Monitoring of Bread Wheat Plants with Multi-Layer Remote Sensing Approach
PAKISTAN JOURNAL OF AGRICULTURAL SCIENCES, cilt.63, sa.1, ss.213-228, 2026 (SCI-Expanded, Scopus)
- Yayın Türü: Makale / Tam Makale
- Cilt numarası: 63 Sayı: 1
- Basım Tarihi: 2026
- Doi Numarası: 10.21162/pakjas/26.950
- Dergi Adı: PAKISTAN JOURNAL OF AGRICULTURAL SCIENCES
- Derginin Tarandığı İndeksler: Scopus, Science Citation Index Expanded (SCI-EXPANDED)

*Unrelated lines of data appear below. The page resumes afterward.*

def test_compact_features_equal_the_plain_merge_on_random_layouts():
    """Fast path (lone quads as drawn, groups of touching shapes merged, large shapes
    screened by box) against every shape through build_features: the same
    features.  Layouts hold lone vias, abutting pairs, overlapping pairs, vias on
    lines, L-shapes and turned bars."""
    rng = np.random.default_rng(5)
    kinds_seen = set()
    for _ in range(12):
        polys = []
        for _ in range(60):
            x, y = rng.integers(0, 6000, 2).astype(float)
            kind = rng.integers(0, 6)
            kinds_seen.add(int(kind))
            w, h = rng.integers(20, 120, 2)
            if kind == 0:
                polys.append(rectangle(x, y, w, h))
            elif kind == 1:  # abutting halves
                polys += [rectangle(x, y, w, h), rectangle(x + w, y, w, h)]
            elif kind == 2:  # overlapping
                polys += [rectangle(x, y, w, h), rectangle(x + w / 2, y + h / 3, w, h)]
            elif kind == 3:  # via on a line
                polys += [rectangle(x, y, 900, 40), rectangle(x + 100, y + 40, 40, 40)]
            elif kind == 4:  # L
                polys.append(
                    np.array([[0, 0], [w, 0], [w, h / 2], [w / 2, h / 2], [w / 2, h], [0, h]])
                    + [x, y]
                )
            else:  # turned bar
                polys.append(
                    turned([rectangle(x, y, 200, 30)], float(rng.integers(0, 90)), (x, y))[0]
                )
        ps = PolygonSet.from_arrays([snap(p) for p in polys])
        fast = L.compact_features(ps, 1.0, MAX_EXTENT_NM).features
        plain = L.compact_features_plain(ps, 1.0, MAX_EXTENT_NM)
        assert len(fast) == len(plain) > 0
        of, op = np.lexsort(fast.centroid.T), np.lexsort(plain.centroid.T)
        for name in ("centroid", "size", "angle_deg", "area", "bbox", "centre"):
            np.testing.assert_allclose(
                getattr(fast, name)[of], getattr(plain, name)[op], atol=1e-6, err_msg=name
            )
    assert kinds_seen == set(range(6))


# ---------------------------------------------------------------------------
# Arrays: the lattice kinds


def test_square_array():
    """10 x 8 vias at pitch 100: square, a1 = (100, 0), a2 = (0, 100); 48 interior,
    4 corners, 28 on the edge (counting); all of it exact on the grid."""
    res = run(block((100, 0), (0, 100), 10, 8))
    r = only(res)
    assert r.lattice == "square"
    assert r.a1_nm == (100.0, 0.0) and r.a2_nm == (0.0, 100.0)
    assert (r.count, r.columns, r.rows) == (80, 10, 8)
    assert (r.interior, r.edge, r.corner) == (48, 28, 4)
    assert r.feature_nm == (50.0, 50.0) and r.feature_angle_deg == 0.0
    assert r.origin_nm == (0.0, 0.0) and r.max_residual_nm == 0.0
    assert r.bbox_nm == (-25.0, -25.0, 925.0, 725.0)
    assert res.isolated == 0
    # Lattice coordinates: the centroid sits at origin + u a1 + v a2.
    c = res.sites.features.centroid
    np.testing.assert_array_equal(c, res.uv * 100.0)
    # Last column (u = 9, not a corner) misses its neighbour along a1.
    last = (res.uv[:, 0] == 9) & (res.uv[:, 1] == 4)
    assert res.role[last][0] == L.END_A1
    top = (res.uv[:, 0] == 4) & (res.uv[:, 1] == 7)
    assert res.role[top][0] == L.END_A2


def test_rectangular_array_and_its_quarter_turn():
    """100 x 160 nm pitches: rectangular, a1 the short side.  Turned by 90 degrees the
    short side runs along y: a1 = (0, 100), a2 = (-160, 0) (acute, counter-clockwise)."""
    polys = block((100, 0), (0, 160), 6, 5)
    r = only(run(polys))
    assert r.lattice == "rectangular"
    assert r.a1_nm == (100.0, 0.0) and r.a2_nm == (0.0, 160.0)
    assert (r.columns, r.rows) == (6, 5)
    q = only(run(turned(polys, 90)))
    assert q.lattice == "rectangular"
    assert q.a1_nm == (0.0, 100.0) and q.a2_nm == (-160.0, 0.0)
    assert (q.columns, q.rows, q.count) == (6, 5, 30)
    assert (q.interior, q.edge, q.corner) == (r.interior, r.edge, r.corner) == (12, 14, 4)


@pytest.mark.parametrize(
    ("t", "a1", "a2", "cls"),
    [
        (300, (200, 0), (100, 300), "centred"),  # t > sqrt(3) s: a2 projects onto a1 / 2
        (150, (100, 150), (-100, 150), "centred"),  # rhombic: |a1| = |a2|, 67.4 degrees
        (100, (100, 100), (-100, 100), "square"),  # a square lattice at 45 degrees
    ],
)
def test_staggered_rows(t, a1, a2, cls):
    """Rows of pitch 200, every other row shifted by 100, rows t apart: the centred
    rectangular lattice (module docstring)."""
    polys = []
    for row in range(6):
        shift = 100 * (row % 2)
        polys += [snap(rectangle(200 * k + shift, t * row, 40, 40)) for k in range(8)]
    r = only(run(polys))
    assert r.lattice == cls
    assert r.a1_nm == a1 and r.a2_nm == a2
    assert r.count == 48 and r.max_residual_nm == 0.0


def test_hexagonal_array_on_the_grid():
    """Spacing a = 120, rows sqrt(3)/2 a = 103.92 apart, snapped to 1 nm: hexagonal,
    |a1| = |a2| = a within the snapping of rows (0.5 nm), 60 degrees apart."""
    a = 120.0
    polys = block((a, 0), (a / 2, a * math.sqrt(3) / 2), 9, 7, w=40, h=40)
    r = only(run(polys))
    assert r.lattice == "hexagonal"
    assert r.pitch_nm == pytest.approx((a, a), abs=0.5)
    assert r.angle_deg == pytest.approx(60.0, abs=TOL_DEG)
    assert r.a1_nm == (a, 0.0)  # rows are exact on the grid
    assert r.count == 63 and r.max_residual_nm <= TOL_SNAP_NM


def test_oblique_array():
    """(100, 0), (30, 130): oblique (no two lengths equal, no right angle, a2 does not
    project onto half of a1)."""
    r = only(run(block((100, 0), (30, 130), 6, 6, w=40, h=40)))
    assert r.lattice == "oblique"
    assert r.a1_nm == (100.0, 0.0) and r.a2_nm == (30.0, 130.0)


def test_row_of_vias():
    """One row of 7 vias at pitch 90, nothing within range across: a row, a1 = (90, 0);
    5 interior, the 2 ends on the edge.  Two vias make no row."""
    res = run(block((90, 0), (0, 1), 7, 1) + block((90, 0), (0, 1), 2, 1, origin=(0, 5000)))
    r = only(res)
    assert r.lattice == "row" and r.a1_nm == (90.0, 0.0) and math.isnan(r.a2_nm[0])
    assert (r.count, r.columns, r.rows, r.interior, r.edge, r.corner) == (7, 7, 1, 5, 2, 0)
    assert res.isolated == 2


@pytest.mark.parametrize("theta", [30.0, 45.0, 17.0, 120.0])
def test_turned_square_array(theta):
    """A square lattice turned by theta stays square with |a1| = |a2| = p; a1 points
    along theta modulo 90 (the direction least in [0, 180))."""
    p = 110.0
    polys = turned(block((p, 0), (0, p), 8, 7, w=44, h=44), theta)
    res = run(polys)
    r = only(res)
    assert r.lattice == "square"
    assert r.pitch_nm == pytest.approx((p, p), abs=TOL_SNAP_NM / 4)
    assert angle_of(r.a1_nm) == pytest.approx(theta % 90.0, abs=TOL_DEG)
    assert r.angle_deg == pytest.approx(90.0, abs=TOL_DEG)
    assert (r.count, r.interior, r.edge, r.corner) == (56, 30, 22, 4)
    assert sorted((r.columns, r.rows)) == [7, 8]
    assert r.feature_nm == pytest.approx((44, 44), abs=1.5)
    assert r.max_residual_nm <= TOL_SNAP_NM


# ---------------------------------------------------------------------------
# Arrays: neighbourhoods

- Sayfa Sayıları: ss.213-228
- Akdeniz Üniversitesi Adresli: Evet
Özet
Remote sensing techniques are increasingly utilized in agricultural research and production systems for the effective monitoring of crop growth and health. This two-year study aimed to assess the relationships between spectral reflectance characteristics, vegetation indices, and plant height estimates derived from multi-platform remote sensing approaches under split nitrogen fertilization regimes applied at different growth stages of wheat. The experiment was conducted using a randomized complete block design, with data collected during the tillering, stem elongation, booting, heading, and flowering stages. Ground-based hyperspectral measurements and unmanned aerial vehicle (UAV)-derived imagery were acquired at each developmental stage. Vegetation indices, including the Normalized Difference Vegetation Index (NDVI) and Simple Ratio Index (VI), were calculated from both ground-based and UAV data. Plant height estimates were generated using a normalized Digital Surface Model (nDSM) derived from Digital Surface Model (DSM) and Digital Terrain Model (DTM) data. Statistical analyses indicated that both wheat growth stages and nitrogen application rates had significant effects on spectral responses in the blue (p < 0.05), green, red, and near-infrared (p <0.001) regions. The lowest energy absorption across all spectral bands was observed in the control (N0) treatment, whereas the highest absorption was recorded in the N3 treatment, particularly within the green, red, and NIR regions. Vegetation index values exhibited highly significant differences (p <0.001) among nitrogen treatments and developmental stages. Moreover, strong correlations were identified between UAV-derived plant height estimates and ground-measured growth parameters, confirming the reliability of UAV-based observations. Overall, the results demonstrate that multi-layer remote sensing approach provides a robust and efficient approach for monitoring the physiological and phenological responses of wheat to varying nitrogen management strategies, with particular effectiveness in capturing the dynamic growth patterns throughout the crop’s phenological cycle.